Carlos Santana’s Milagro Foundation Helps Support Low-Income Communities In Their Development Of Health and Nutrition For Children

In February of this year, Carlos Santana’s Milagro Foundation received a three-year grant of $720k from the W.K. Kellogg Foundation of Battle Creek, Michigan, "to support low-income communities in their development of healthy alternatives for children in the areas of food, nutrition and health." W.K. Kellogg Foundation Program Officer Ricardo Salvador first contacted the Milagro Foundation Executive Director Shelley Brown last fall to offer funding. When asked what attracted Salvador to the Milagro Foundation, he cited the foundations' shared commitment to supporting under-served children and Milagro’s “impressive history of serving children directly” and “ability to get into the trenches” as key determinants of why it is a perfect recipient of the funds.

With these funds, the Milagro Foundation will support programs serving some of the most vulnerable children in the United States. Milagro staff has sought out communities and community stakeholders who are undertaking a comprehensive approach to ensuring their children thrive by increasing access to Good Food -- food that is simultaneously healthy, green, fair and affordable, as defined by the W.K. Kellogg Foundation -- while also supporting nutrition education and fitness.

The Milagro Foundation has been hands-on in the development of a local community project in Marin City, a community in Marin County, California that is 94% low income. This community has been without a grocery store or market for years. The Marin Farmer's Market is currently in negotiations with the Gateway shopping center to provide healthy food access and micro businesses by starting a Marin City Farmer’s Market in the spring. In addition, the development of a nutrition and health curriculum in the schools and the establishment of school gardens to support the curriculum is underway with the collaboration of Marin City agencies.

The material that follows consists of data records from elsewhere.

// refine finds the best full-resolution position with its top-left corner
// in [x0,x1]×[y0,y1]. When the best lies on the window's edge (not the
// image's) the window moves there, so that what it returns is a local
// maximum of the full map, the same peak Exhaustive reports.
func (t *template) refine(planes []Plane, x0, y0, x1, y1 int) (peak, error) {
	mw, mh := planes[0].W-t.w, planes[0].H-t.h // last valid positions
	best := peak{v: float32(math.Inf(-1))}
	for range maxClimb {
		x0, y0 = max(0, x0), max(0, y0)
		x1, y1 = min(mw, x1), min(mh, y1)
		if x1 < x0 || y1 < y0 {
			return best, nil
		}
		r := image.Rect(x0, y0, x1+t.w, y1+t.h)
		win := make([]Plane, len(planes))
		for c, p := range planes {
			win[c] = Crop(p, r)
		}
		m, err := t.score(win, 0)
		if err != nil {
			return best, err
		}
		bx, by, bv := -1, -1, float32(math.Inf(-1))
		for y := 0; y < m.H; y++ {
			for x, v := range m.Pix[y*m.W : (y+1)*m.W] {
				if v > bv {
					bx, by, bv = x, y, v
				}
			}
		}
		if bx < 0 {
			return best, nil
		}
		best = peak{x0 + bx, y0 + by, bv}
		onEdge := (bx == 0 && x0 > 0) || (bx == m.W-1 && x1 < mw) ||
			(by == 0 && y0 > 0) || (by == m.H-1 && y1 < mh)
		if !onEdge {
			break
		}
		x0, x1, y0, y1 = best.x-2, best.x+2, best.y-2, best.y+2
	}
	return best, nil
}

// match is the box of the template placed with its top-left at (x, y).
func (t *template) match(x, y int, v float32) Match {
	return Match{
		Box:      project.Box{X0: float64(x), Y0: float64(y), X1: float64(x + t.w), Y1: float64(y + t.h)},
		Score:    float64(v),
		Scale:    t.scale,
		Rotation: 90 * t.turns,
		Exemplar: t.exemplar,
	}
}

// finish orders the matches, suppresses overlaps, drops the exemplars and
// keeps MaxResults.
func (s *templateSet) finish(ms []Match, exclude []project.Box) []Match {
	// A total order, so that ties do not depend on goroutine timing.
	slices.SortFunc(ms, func(a, b Match) int {
		return cmp.Or(cmp.Compare(b.Score, a.Score), cmp.Compare(a.Box.Y0, b.Box.Y0), cmp.Compare(a.Box.X0, b.Box.X0),
			cmp.Compare(a.Scale, b.Scale), cmp.Compare(a.Rotation, b.Rotation), cmp.Compare(a.Exemplar, b.Exemplar))
	})
	boxes := make([]project.Box, len(ms))
	scores := make([]float64, len(ms))
	for i, m := range ms {
		boxes[i], scores[i] = m.Box, m.Score
	}
	var out []Match
	for _, i := range suggest.NMS(boxes, scores, s.opt.NMS) {
		if overlapsAny(ms[i].Box, exclude, exemplarIoU) {
			continue
		}
		out = append(out, ms[i])
		if len(out) == s.opt.MaxResults {
			break
		}
	}
	return out
}

// overlapsAny reports whether b overlaps one of the boxes by more than iou.
func overlapsAny(b project.Box, boxes []project.Box, iou float64) bool {
	for _, o := range boxes {
		if b.IoU(o) > iou {
			return true
		}
	}
	return false
}

// peak is a position in a correlation map and its score.
type peak struct {
	x, y int
	v    float32
}

// peaks lists the local maxima of m at or above floor: positions no lower
// than any of their eight neighbours. NaN never is one.
func peaks(m Plane, floor float32) []peak {
	var out []peak
	for y := 0; y < m.H; y++ {
		for x := 0; x < m.W; x++ {
			v := m.Pix[y*m.W+x]
			if !(v >= floor) || v <= 0 {
				continue // also NaN, flat or anti-correlated: never a match
			}
			ok := true
			for dy := -1; dy <= 1 && ok; dy++ {
				yy := y + dy
				if yy < 0 || yy >= m.H {
					continue
				}
				for dx := -1; dx <= 1; dx++ {
					xx := x + dx
					if xx < 0 || xx >= m.W || (dx == 0 && dy == 0) {
						continue
					}
					if m.Pix[yy*m.W+xx] > v {
						ok = false
						break
					}
				}
			}
			if ok {
				out = append(out, peak{x, y, v})
			}
		}
	}
	return out
}

// halve averages 2×2 blocks; an odd last row or column is dropped, so
// pixel (x,y) of the result covers (2x,2y)..(2x+1,2y+1).
func halve(p Plane) Plane {
	w, h := p.W/2, p.H/2
	q := NewPlane(w, h)
	for y := range h {
		a := p.Pix[2*y*p.W:]
		b := p.Pix[(2*y+1)*p.W:]
		row := q.Pix[y*w : (y+1)*w]
		for x := range row {
			row[x] = 0.25 * (a[2*x] + a[2*x+1] + b[2*x] + b[2*x+1])
		}
	}
	return q
}

// forEach runs do(0..n-1) on as many goroutines as there are CPUs and
// returns the first error; a cancelled ctx stops the remaining work.
func forEach(ctx context.Context, n int, do func(i int) error) error {
	workers := min(n, runtime.GOMAXPROCS(0))
	var (
		mu    sync.Mutex
		next  int
		first error
		wg    sync.WaitGroup
	)
	for range workers {
		wg.Go(func() {
			for {
				mu.Lock()
				if first != nil || next >= n {
					mu.Unlock()
					return
				}
				i := next
				next++
				mu.Unlock()
				err := ctx.Err()
				if err == nil {
					err = do(i)
				}
				if err != nil {
					mu.Lock()
					if first == nil {
						first = err
					}
					mu.Unlock()
					return
				}
			}
		})
	}
	wg.Wait()
	return first
}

Other funding priorities include the still devastated New Orleans/Gulf Coast region, and American Indian communities. Some of the deepest pockets of childhood hunger and nutrition-related health problems in the country exist among American Indians residing on rural reservations.

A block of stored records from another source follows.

def _cell_text() -> pl.Expr:
    """The wide cell as the entry reader reads it back to the same kind and value."""
    number = pl.col("value").map_elements(repr, return_dtype=pl.String)
    kind = pl.col("kind")
    return (
        pl.when(kind == NUMBER)
        .then(number)
        .when(kind == CENSORED)
        .then("<" + number)
        .when(kind == NO_LIMIT)
        .then(pl.lit("ND"))
        .when(kind == ABOVE)
        .then(">" + number)
        .when(kind == ESTIMATED)
        .then(number + " J")
        .when(kind == MISSING)
        .then(None)
        .when(kind == REJECTED)
        .then(None)
        .otherwise(pl.col("text"))
    )


@dataclass(frozen=True)
class WideFromLong:
    """A long table turned wide: text cells the entry reader reads, the outcome columns in
    order, the candidate grouping columns, and notes on what was done."""

    frame: pl.DataFrame
    outcomes: tuple[str, ...]
    others: tuple[str, ...]
    notes: tuple[str, ...]
    units: dict[str, str]
    units_apart: tuple[str, ...]


def _counts_notes(rows: pl.DataFrame) -> list[str]:
    notes = []
    rejected = rows.filter(pl.col("kind") == REJECTED).height
    if rejected:
        notes.append(f"{rejected} result(s) with qualifier R (rejected) left out")
    other = rows.filter(pl.col("meaning") == "other")["qualifier"].value_counts(sort=True)
    if other.height:
        shown = ", ".join(f"{q!r} ({n})" for q, n in other.head(4).rows())
        notes.append(f"qualifiers not known to foldsift, values used as given: {shown}")
    return notes


def _sample_columns(
    raw: pl.DataFrame, sample: str, others: list[str]
) -> tuple[pl.DataFrame, list[str], list[str]]:
    """The columns that describe the sample: constant within it. A column that differs
    within most samples holding several results (the laboratory of each result) describes
    results, not samples, and is left out; one that differs within a few samples (a typing
    slip) takes the sample's first value. Both are said."""
    if not others:
        return raw, others, []
    counts = raw.group_by(sample).agg(
        pl.len().alias("\x1fn"), *[pl.col(c).n_unique() for c in others]
    )
    several = counts.filter(pl.col("\x1fn") > 1)
    notes, kept, firsts = [], [], []
    for name in others:
        varying = several.filter(pl.col(name) > 1).height
        if varying == 0:
            kept.append(name)
        elif varying > several.height / 2:
            notes.append(
                f"{name}: differs between the results of {varying} sample(s); it describes results, not samples, and is not a grouping"
            )
        else:
            kept.append(name)
            firsts.append(name)
            notes.append(
                f"{name}: differs within {varying} sample(s); each sample takes its first value"
            )
    if firsts:
        raw = raw.with_columns(pl.col(firsts).first().over(sample))
    return raw, kept, notes


def _drop_valueless(rows: pl.DataFrame) -> tuple[pl.DataFrame, list[str]]:
    """Outcomes with no usable value at all (every result ND without a limit, say) are left
    out with a note rather than refusing the table."""
    usable = pl.col("kind").is_in([NUMBER, CENSORED, ESTIMATED, ABOVE]) & (pl.col("value") > 0)
    per_outcome = rows.group_by("outcome", maintain_order=True).agg(
        usable.any().alias("usable"), pl.len().alias("results")
    )
    empty = per_outcome.filter(~pl.col("usable"))
    notes = [
        f"{outcome}: none of its {count} result(s) is a positive number or a limit "
        "(all below detection without a limit, missing or unreadable); left out"
        for outcome, _, count in empty.rows()
    ]
    return rows.filter(~pl.col("outcome").is_in(empty["outcome"].to_list())), notes


def _outcome_units(rows: pl.DataFrame) -> tuple[list[str], dict[str, str], list[str]]:
    """The outcomes in order, each one's unit, and those whose analyte has another outcome
    in a unit that does not convert (units kept apart)."""
    outcomes = list(dict.fromkeys(rows["outcome"].to_list()))
    per_outcome = rows.select("outcome", "analyte", "target").unique(maintain_order=True)
    units = {o: t for o, _, t in per_outcome.rows() if t is not None}
    split = per_outcome.filter(pl.col("analyte").is_duplicated())["outcome"].to_list()
    return outcomes, units, split


def _named_rows(rows: pl.DataFrame, notes: list[str]) -> pl.DataFrame:
    """The rows that name an analyte; the others are counted in ``notes``."""
    named = pl.col("analyte").is_not_null() & (pl.col("analyte") != "")
    nameless = rows.filter(~named).height
    if nameless:
        notes.append(f"{nameless} result(s) with no analyte named left out")
    return rows.filter(named)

Over the next three years and following months of research, site visits and community meetings, Carlos Santana’s Milagro Foundation has chosen the recipients of the W.K. Kellogg Foundation funds and will begin the first year’s grant cycle this month. The following projects will be funded:

1. New Orleans Edible Schoolyard at Samuel Green Charter School: $50,000 The mission of ESY NOLA is to integrate organic gardening and seasonal cooking into the curriculum, culture and food programs of Green Charter School. ESY NOLA provides students with engaging hands-on learning experiences through weekly garden and kitchen classes, and school-wide seasonal events that promote the local food traditions of New Orleans. The goals of this program include teaching students life skills in the garden and kitchen; an appreciation of and stewardship for the natural world; and exposing students and their families to fresh, local fruits and vegetables with a direct focus on increasing their access to healthy foods at school and in the larger community.

2. New Orleans Sankofa Market Place, Ninth Ward: $20,000 Project Ujamaa will provide year-round, monthly activities designed to increase access to and foster an appreciation for good food among more than 300 underserved children in New Orleans, 7-14 years old, and their families. The multilayered activities will include providing “Vegetable Vouchers” to program participants, allowing them to meet urban farmers, listen to presentations from nutritionists, make their own healthy recipes and items to sell at the market, and develop skits, poems and songs that address the importance of healthful eating.

3. New Mexico: Johns Hopkins Center for American Health $65,000 Johns Hopkins Center for American Indian Health seeks to partner with the Milagro Foundation to create an innovative culturally-based nutrition promotion program with the most underserved and nutritionally at risk children in America, American Indians. The program will engage Native community stakeholders in three southwestern reservation communities to promote school, family and community-based programming to teach children and families to grow, eat and distribute healthy foods. Outreach and support of local farmers will augment program success and strengthen local healthy foods systems. Local tribal stakeholders will ensure core curriculum and program activities are centered in indigenous cultural wisdom and strength. The project will develop over three years, and include sustainability and dissemination planning to compound Milagro’s investment in this work.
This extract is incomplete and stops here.